[[ DATA open ]]

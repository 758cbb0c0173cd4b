"""Times at the door: ISO 8601 text to UTC, and the axis of hours a run has.

Instants are int64 minutes since 1970 in UTC. A time by the local clock that
stands twice (the hour that autumn repeats) is daylight time where it comes
first; one that the clock skips is no time at all.
"""

from __future__ import annotations

import re
from collections.abc import Hashable, Sequence
from dataclasses import dataclass
from datetime import UTC, datetime, timedelta, tzinfo
from typing import Final
from zoneinfo import ZoneInfo, ZoneInfoNotFoundError

import numpy as np

from roaddisp.model import Clock, IntArray

NO_TIME: Final = np.iinfo(np.int64).min
"""Stands where a time could not be taken."""

_ISO = re.compile(
    r"(\d{4})-?(\d{2})-?(\d{2})[T ](\d{2})(?::?(\d{2})(?::?(\d{2})(?:[.,]0+)?)?)?"
    r"(Z|[+-]\d{2}(?::?\d{2})?)?",
    re.ASCII,
)
_EPOCH = datetime(1970, 1, 1, tzinfo=UTC)


def find_zone(name: str) -> ZoneInfo | None:
    """Find a time zone by its IANA name, None where there is none.

    >>> find_zone("Europe/Berlin").key
    'Europe/Berlin'
    """
    try:
        return ZoneInfo(name)
    except (ZoneInfoNotFoundError, ValueError, OSError):
        return None


def standard_offset(zone: ZoneInfo, year: int) -> int:
    """Take the standard time of a zone: the smaller of its offsets in January and July.

    Returns
    -------
    int [minutes ahead of UTC]

    Examples
    --------
    >>> standard_offset(ZoneInfo("America/Denver"), 2023)
    -420
    """
    offsets = [
        datetime(year, month, 15, 12, tzinfo=zone).utcoffset() or timedelta(0) for month in (1, 7)
    ]
    return int(min(offsets).total_seconds() // 60)


@dataclass(frozen=True)
class Fault:
    """Why a time was refused."""

    message: str
    allowed: str
    mend: str


UNPARSED: Final = Fault(
    "a time that cannot be read",
    "ISO 8601, as 2023-03-25T14:00 or 2023-03-25T14:00+01:00",
    "write year-month-day, T and the hour",
)
NOT_WHOLE: Final = Fault(
    "a time that is not on the whole hour",
    "minutes and seconds of zero",
    "average the values to hours",
)
SKIPPED: Final = Fault(
    "a local time that does not exist: the clock skips it in spring",
    "a time the clock shows",
    'write clock = "standard" or "utc" in study.toml where the file is in one of them',
)


@dataclass(frozen=True)
class Stamp:
    """A time as written: naive local minutes, and minutes ahead of UTC where it says so."""

    naive: datetime
    offset: int | None


def parse_time(text: str) -> Stamp | Fault:
    """Read one ISO 8601 date and time on the whole hour.

    >>> parse_time("2023-03-25T14:00Z")
    Stamp(naive=datetime.datetime(2023, 3, 25, 14, 0), offset=0)
    """
    found = _ISO.fullmatch(text.strip())
    if found is None:
        return UNPARSED
    year, month, day, hour, minute, second, offset = found.groups()
    try:
        naive = datetime(int(year), int(month), int(day))  # noqa: DTZ001
    except ValueError:
        return UNPARSED
    hours, minutes, seconds = int(hour), int(minute or 0), int(second or 0)
    if hours > 24 or minutes > 59 or seconds > 59 or not 1900 <= naive.year <= 2200:
        return UNPARSED
    if minutes or seconds:
        return NOT_WHOLE
    ahead = _offset_minutes(offset) if offset else None
    if ahead is not None and abs(ahead) >= 24 * 60:
        return UNPARSED
    return Stamp(naive + timedelta(hours=hours), ahead)


def _offset_minutes(text: str) -> int:
    if text == "Z":
        return 0
    digits = text[1:].replace(":", "")
    minutes = int(digits[:2]) * 60 + int(digits[2:] or 0)
    return -minutes if text[0] == "-" else minutes


def _minutes(naive: datetime, zone: tzinfo = UTC) -> int:
    return int((naive.replace(tzinfo=zone) - _EPOCH).total_seconds() // 60)


def _local(naive: datetime, zone: ZoneInfo) -> tuple[int, ...]:
    """Say which instants show a local time: none, one, or two in their order."""
    shown = {_minutes(naive.replace(fold=fold), zone) for fold in (0, 1)}
    real = [
        minute
        for minute in sorted(shown)
        if (_EPOCH + timedelta(minutes=minute)).astimezone(zone).replace(tzinfo=None) == naive
    ]
    return tuple(real)


@dataclass(frozen=True)
class Instants:
    """Times of a column in UTC.

    Attributes
    ----------
    utc : (N,) int64 minutes, the beginning of the hour; `NO_TIME` where refused
    faults : list of (row, Fault)
    first_year : int
        Year of the first time that could be read; 0 where there is none.
    """

    utc: IntArray
    faults: list[tuple[int, Fault]]
    first_year: int


def to_utc(
    cells: Sequence[str],
    *,
    clock: str,
    hour_ending: bool,
    zone: ZoneInfo,
    offset: int | None = None,
    series: Sequence[Hashable] | None = None,
) -> Instants:
    """Bring a column of times to UTC.

    Parameters
    ----------
    cells : sequence of str (N,)
    clock : "local", "standard" or "utc"
        Of times that carry no offset themselves.
    hour_ending : bool
        Whether a time is what the clock shows at the end of the hour.
    zone : ZoneInfo
    offset : int [minutes], optional
        Of local standard time; by default that of the first time's year.
    series : sequence (N,), optional
        What each row belongs to (a link): a repeated hour is counted within it.

    Returns
    -------
    Instants

    Examples
    --------
    >>> berlin = ZoneInfo("Europe/Berlin")
    >>> autumn = ["2023-10-29T02:00", "2023-10-29T02:00"]
    >>> instants = to_utc(autumn, clock="local", hour_ending=False, zone=berlin)
    >>> [str(hour) for hour in instants.utc.astype("datetime64[m]")]
    ['2023-10-29T00:00', '2023-10-29T01:00']
    """
    stamps = {cell: parse_time(cell) for cell in dict.fromkeys(cells)}
    first = next((each for each in stamps.values() if isinstance(each, Stamp)), None)
    if first is None:
        refused = {cell: each for cell, each in stamps.items() if isinstance(each, Fault)}
        faults = [(row, refused[cell]) for row, cell in enumerate(cells)]
        return Instants(np.full(len(cells), NO_TIME), faults, 0)
    if offset is None:
        offset = standard_offset(zone, first.naive.year)
    choices: dict[str, tuple[int, ...] | Fault] = {}
    for cell, stamp in stamps.items():
        choices[cell] = _instants(stamp, clock, zone, offset)
    utc = np.full(len(cells), NO_TIME)
    faults = []
    seen: dict[tuple[Hashable, str], int] = {}
    for row, cell in enumerate(cells):
        choice = choices[cell]
        if isinstance(choice, Fault):
            faults.append((row, choice))
        elif len(choice) == 1:
            utc[row] = choice[0]
        else:
            key = (series[row] if series is not None else None, cell)
            utc[row] = choice[min(seen.get(key, 0), 1)]
            seen[key] = seen.get(key, 0) + 1
    if hour_ending:
        utc[utc != NO_TIME] -= 60
    return Instants(utc, faults, first.naive.year)


def _instants(
    stamp: Stamp | Fault, clock: str, zone: ZoneInfo, offset: int
) -> tuple[int, ...] | Fault:
    if isinstance(stamp, Fault):
        return stamp
    if stamp.offset is not None:
        return (_minutes(stamp.naive) - stamp.offset,)
    if clock == "utc":
        return (_minutes(stamp.naive),)
    if clock == "standard":
        return (_minutes(stamp.naive) - offset,)
    return _local(stamp.naive, zone) or SKIPPED


def make_clock(first: int, hours: int, zone: ZoneInfo, offset: int) -> Clock:
    """Make the axis of a run.

    Parameters
    ----------
    first : int [minutes]
        Beginning of the first hour, UTC.
    hours : int
    zone : ZoneInfo
    offset : int [minutes]
        Local standard time ahead of UTC.

    Returns
    -------
    Clock
    """
    utc = first + 60 * np.arange(hours, dtype=np.int64)
    civil = utc + np.array([_civil_offset(int(minute), zone) for minute in utc], dtype=np.int64)
    return Clock(
        (utc + offset).astype("datetime64[m]"),
        civil.astype("datetime64[m]"),
        offset / 60.0,
        zone.key,
    )


def _civil_offset(minute: int, zone: ZoneInfo) -> int:
    ahead = (_EPOCH + timedelta(minutes=minute)).astimezone(zone).utcoffset()
    return int((ahead or timedelta(0)).total_seconds() // 60)


def minutes_of(clock: Clock) -> IntArray:
    """Take the hours of a run as UTC minutes."""
    minutes: IntArray = clock.utc.astype("datetime64[m]").astype(np.int64)
    return minutes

[[ DATA closed ]]

ASSIGNED TASK: In the material above, show every line where the word "faults" turns up.

ANSWER TO THIS PROBLEM:
    faults : list of (row, Fault)
    faults: list[tuple[int, Fault]]
        faults = [(row, refused[cell]) for row, cell in enumerate(cells)]
        return Instants(np.full(len(cells), NO_TIME), faults, 0)
    faults = []
            faults.append((row, choice))
    return Instants(utc, faults, first.naive.year)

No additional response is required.